Canonical correlation analysis (CCA) is a very useful tool for measuring the linear relationship between two multidimensional variables. However, it often fails to extract meaningful features in high-dimensional settings. This motivates the sparse CCA problem, in which ℓ1 constraints are applied to the canonical vectors. Although some sparse CCA solvers exist in the literature, we found that none of them is efficient. We propose a fast two-stage semi-smooth Newton augmented Lagrangian method (tSSNALM) to solve sparse CCA problems, and we provide convergence analysis. Numerical comparisons between our approach and a number of state-of-the-art solvers, on simulated data sets, are presented to demonstrate its efficiency.
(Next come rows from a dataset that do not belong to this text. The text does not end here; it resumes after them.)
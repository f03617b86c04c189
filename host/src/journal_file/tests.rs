//! The file's bytes, pinned; and what a reader makes of damaged ones.

mod damage;
mod writing;

use super::{
    DeviceIdentity, HeadRecord, JournalFile, JournalFileError, MAGIC, Record, StoredPlan,
    StoredSector,
};
use std::io::Cursor;
use std::path::Path;

fn identity() -> Record {
    Record::Identity(DeviceIdentity {
        device_id: "tank-7".into(),
        firmware: "0.1.0".into(),
        word_bytes: 4,
        sectors: 2048,
    })
}

fn plan() -> Record {
    Record::Plan(StoredPlan { serial: 1, fingerprint: 0xAB, bytes: vec![9, 8, 7] })
}

fn sector(sequence: u32, bytes: &[u8]) -> Record {
    Record::Sector(StoredSector { sequence, bytes: bytes.to_vec() })
}

fn head() -> HeadRecord {
    HeadRecord {
        newest: 2,
        used: 3,
        next_entry: 4,
        running_hash: 5,
        boot: 6,
        tick_ms: 7,
        collected_utc_s: None,
        signature: None,
    }
}

/// A file of these records.
fn file(records: &[Record]) -> Vec<u8> {
    let mut bytes = MAGIC.to_vec();
    bytes.extend(records.iter().flat_map(Record::encode));
    bytes
}

fn read(bytes: &[u8]) -> Result<JournalFile<Cursor<Vec<u8>>>, JournalFileError> {
    JournalFile::read(Cursor::new(bytes.to_vec()), Path::new("tank.journal"))
}

/// Bytes written out by hand from the format; the checks by a CRC-32 of another make.
#[test]
fn a_small_file_is_pinned() {
    let bytes = file(&[identity(), plan(), sector(2, &[1, 2, 3]), Record::Head(head())]);
    let digits: Vec<String> = bytes
        .chunks(16)
        .map(|row| row.iter().map(|byte| format!("{byte:02x}")).collect::<Vec<_>>().join(" "))
        .collect();
    assert_eq!(digits.join("\n"), include_str!("tests/small_file.txt").trim_end());
}

#[test]
fn everything_comes_back() {
    let mut signed = head();
    signed.collected_utc_s = Some(1_800_000_000);
    signed.signature = Some([0x5A; 64]);
    let records = [identity(), plan(), sector(1, &[7; 4096]), sector(2, &[]), Record::Head(signed)];
    let mut file = read(&file(&records)).unwrap();
    assert_eq!(file.damage(), []);
    assert_eq!(file.identity().cloned().map(Record::Identity), Some(identity()));
    assert_eq!(file.plans().collect::<Vec<_>>(), [(1, 0xAB)]);
    assert_eq!(file.plan(0xAB).unwrap().map(Record::Plan), Some(plan()));
    assert_eq!(file.plan(0xAC).unwrap(), None);
    assert_eq!(file.head(), Some(&signed));
    assert_eq!(file.sectors().collect::<Vec<_>>(), [(1, 4096), (2, 0)]);
    let first = file.sector_after(None).unwrap().unwrap();
    assert_eq!((first.sequence, first.bytes), (1, vec![7; 4096]));
    assert_eq!(file.sector_after(Some(1)).unwrap().unwrap().sequence, 2);
    assert_eq!(file.sector_after(Some(2)).unwrap(), None);
    assert_eq!(file.sector_after(Some(u32::MAX)).unwrap(), None);
    assert_eq!(file.sector(3).unwrap(), None);
}

#[test]
fn of_a_sector_that_stands_twice_the_longer_counts() {
    let records =
        [sector(5, &[1; 200]), sector(4, &[2; 30]), sector(5, &[3; 100]), sector(4, &[4; 31])];
    let mut file = read(&file(&records)).unwrap();
    assert_eq!(file.sector(5).unwrap().unwrap().bytes, [1; 200]);
    assert_eq!(file.sector(4).unwrap().unwrap().bytes, [4; 31]);
    assert_eq!(file.sectors().count(), 2);
}

#[test]
fn empty_and_foreign_files_are_told_apart() {
    for bytes in [&b""[..], b"STRAKE"] {
        let error = read(bytes).unwrap_err();
        assert_eq!(error.to_string(), "tank.journal is empty; collect the journal again");
    }
    for bytes in [&b"STRAKEJ2 and more"[..], b"name,level", b"\0"] {
        let error = read(bytes).unwrap_err();
        assert_eq!(
            error.to_string(),
            "tank.journal is not a journal file: it does not begin with STRAKEJ1; give a file that \
             'strake collect' or 'strake trial' wrote"
        );
    }
    let bare = read(&MAGIC).unwrap();
    assert!(bare.identity().is_none() && bare.head().is_none() && bare.damage().is_empty());
}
To the best of our knowledge, this is the first time that duality has been integrated with a semi-smooth Newton method for solving sparse CCA.

Suggested Citation

  • Xiu, Xianchao & Yang, Ying & Kong, Lingchen & Liu, Wanquan, 2020. "tSSNALM: A fast two-stage semi-smooth Newton augmented Lagrangian method for sparse CCA," Applied Mathematics and Computation, Elsevier, vol. 383(C).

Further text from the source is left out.